**Data extract:**
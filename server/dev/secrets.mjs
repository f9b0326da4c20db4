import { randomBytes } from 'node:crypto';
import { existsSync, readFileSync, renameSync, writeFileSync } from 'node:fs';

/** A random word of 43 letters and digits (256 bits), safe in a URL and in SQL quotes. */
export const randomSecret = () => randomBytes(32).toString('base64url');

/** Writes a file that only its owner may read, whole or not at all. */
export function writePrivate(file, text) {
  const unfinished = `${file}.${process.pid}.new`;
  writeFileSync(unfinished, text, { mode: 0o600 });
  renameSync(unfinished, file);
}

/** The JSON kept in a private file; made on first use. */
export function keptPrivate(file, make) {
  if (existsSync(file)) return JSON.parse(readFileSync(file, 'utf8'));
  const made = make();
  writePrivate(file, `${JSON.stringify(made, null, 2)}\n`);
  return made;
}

...

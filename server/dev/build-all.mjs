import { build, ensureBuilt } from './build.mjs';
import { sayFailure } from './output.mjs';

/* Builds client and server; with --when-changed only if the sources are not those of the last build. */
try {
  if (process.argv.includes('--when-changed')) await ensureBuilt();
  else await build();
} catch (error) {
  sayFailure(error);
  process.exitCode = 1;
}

* * *

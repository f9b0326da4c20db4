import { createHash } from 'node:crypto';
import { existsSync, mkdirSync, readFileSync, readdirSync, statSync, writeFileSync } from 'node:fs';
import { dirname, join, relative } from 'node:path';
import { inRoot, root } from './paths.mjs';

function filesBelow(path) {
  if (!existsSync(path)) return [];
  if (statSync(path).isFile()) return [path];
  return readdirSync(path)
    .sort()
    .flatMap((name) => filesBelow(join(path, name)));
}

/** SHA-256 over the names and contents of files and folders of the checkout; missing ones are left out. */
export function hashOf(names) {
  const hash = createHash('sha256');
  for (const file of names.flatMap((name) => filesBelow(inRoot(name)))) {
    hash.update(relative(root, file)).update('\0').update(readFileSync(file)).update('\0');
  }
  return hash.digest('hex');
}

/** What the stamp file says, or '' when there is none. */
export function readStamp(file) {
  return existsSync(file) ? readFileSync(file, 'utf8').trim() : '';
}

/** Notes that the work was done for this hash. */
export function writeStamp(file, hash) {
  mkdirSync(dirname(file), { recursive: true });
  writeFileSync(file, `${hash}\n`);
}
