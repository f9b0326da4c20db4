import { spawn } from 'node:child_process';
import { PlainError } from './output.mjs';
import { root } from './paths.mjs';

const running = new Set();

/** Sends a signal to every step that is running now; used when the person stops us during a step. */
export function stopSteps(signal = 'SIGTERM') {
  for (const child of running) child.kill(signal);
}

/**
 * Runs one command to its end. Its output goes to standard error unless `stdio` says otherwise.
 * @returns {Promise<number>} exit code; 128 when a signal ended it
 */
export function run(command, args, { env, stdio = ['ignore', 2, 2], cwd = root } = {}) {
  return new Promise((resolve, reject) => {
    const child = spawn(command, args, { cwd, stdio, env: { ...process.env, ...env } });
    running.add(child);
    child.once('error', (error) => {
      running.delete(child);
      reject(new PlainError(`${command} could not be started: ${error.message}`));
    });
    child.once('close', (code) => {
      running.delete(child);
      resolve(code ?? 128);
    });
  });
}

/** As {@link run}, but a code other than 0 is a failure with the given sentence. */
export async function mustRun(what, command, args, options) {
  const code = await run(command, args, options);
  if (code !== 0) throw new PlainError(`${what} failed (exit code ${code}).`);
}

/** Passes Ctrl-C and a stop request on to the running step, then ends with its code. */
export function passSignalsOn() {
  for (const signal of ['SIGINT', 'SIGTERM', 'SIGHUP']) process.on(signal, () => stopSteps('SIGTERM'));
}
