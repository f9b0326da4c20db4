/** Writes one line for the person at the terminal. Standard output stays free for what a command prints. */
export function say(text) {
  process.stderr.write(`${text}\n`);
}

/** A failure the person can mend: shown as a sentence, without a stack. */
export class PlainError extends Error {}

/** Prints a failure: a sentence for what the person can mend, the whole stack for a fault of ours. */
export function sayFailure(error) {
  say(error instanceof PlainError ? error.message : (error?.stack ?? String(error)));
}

**Your objective:**
The expected output is exactly the lines of the listing above between the line holding "const hash = createHash('sha256');" and the line holding "export async function", inclusive.

**Solution for this exercise:**
  const hash = createHash('sha256');
  for (const file of names.flatMap((name) => filesBelow(inRoot(name)))) {
    hash.update(relative(root, file)).update('\0').update(readFileSync(file)).update('\0');
  }
  return hash.digest('hex');
}

/** What the stamp file says, or '' when there is none. */
export function readStamp(file) {
  return existsSync(file) ? readFileSync(file, 'utf8').trim() : '';
}

/** Notes that the work was done for this hash. */
export function writeStamp(file, hash) {
  mkdirSync(dirname(file), { recursive: true });
  writeFileSync(file, `${hash}\n`);
}
repository f9b0326da4c20db4
import { spawn } from 'node:child_process';
import { PlainError } from './output.mjs';
import { root } from './paths.mjs';

const running = new Set();

/** Sends a signal to every step that is running now; used when the person stops us during a step. */
export function stopSteps(signal = 'SIGTERM') {
  for (const child of running) child.kill(signal);
}

/**
 * Runs one command to its end. Its output goes to standard error unless `stdio` says otherwise.
 * @returns {Promise<number>} exit code; 128 when a signal ended it
 */
export function run(command, args, { env, stdio = ['ignore', 2, 2], cwd = root } = {}) {
  return new Promise((resolve, reject) => {
    const child = spawn(command, args, { cwd, stdio, env: { ...process.env, ...env } });
    running.add(child);
    child.once('error', (error) => {
      running.delete(child);
      reject(new PlainError(`${command} could not be started: ${error.message}`));
    });
    child.once('close', (code) => {
      running.delete(child);
      resolve(code ?? 128);
    });
  });
}

/** As {@link run}, but a code other than 0 is a failure with the given sentence. */
export async function mustRun(what, command, args, options) {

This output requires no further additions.